Identify each line in the records below that contains the word "found", and copy it.

[Stored items]

★ ★ ★

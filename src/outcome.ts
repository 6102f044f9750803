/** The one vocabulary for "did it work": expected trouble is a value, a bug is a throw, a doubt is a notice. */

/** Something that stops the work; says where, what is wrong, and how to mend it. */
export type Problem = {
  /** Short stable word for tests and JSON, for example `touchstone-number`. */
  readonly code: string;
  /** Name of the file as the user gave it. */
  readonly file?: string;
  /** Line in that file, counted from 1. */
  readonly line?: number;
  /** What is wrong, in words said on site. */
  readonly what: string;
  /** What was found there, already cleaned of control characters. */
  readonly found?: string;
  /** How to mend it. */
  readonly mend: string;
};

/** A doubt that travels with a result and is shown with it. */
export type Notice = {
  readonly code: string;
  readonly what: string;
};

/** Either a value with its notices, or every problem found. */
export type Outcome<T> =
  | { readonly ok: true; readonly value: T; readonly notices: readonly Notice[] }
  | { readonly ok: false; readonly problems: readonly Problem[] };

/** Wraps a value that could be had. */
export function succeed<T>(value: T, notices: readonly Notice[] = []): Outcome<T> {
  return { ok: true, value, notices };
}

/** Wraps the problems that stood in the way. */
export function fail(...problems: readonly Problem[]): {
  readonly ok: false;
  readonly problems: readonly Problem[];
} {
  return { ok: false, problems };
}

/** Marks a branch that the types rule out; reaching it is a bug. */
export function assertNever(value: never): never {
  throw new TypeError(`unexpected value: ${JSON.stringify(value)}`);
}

★ ★ ★

### Solved exercise
  /** What was found there, already cleaned of control characters. */
  readonly found?: string;
/** Either a value with its notices, or every problem found. */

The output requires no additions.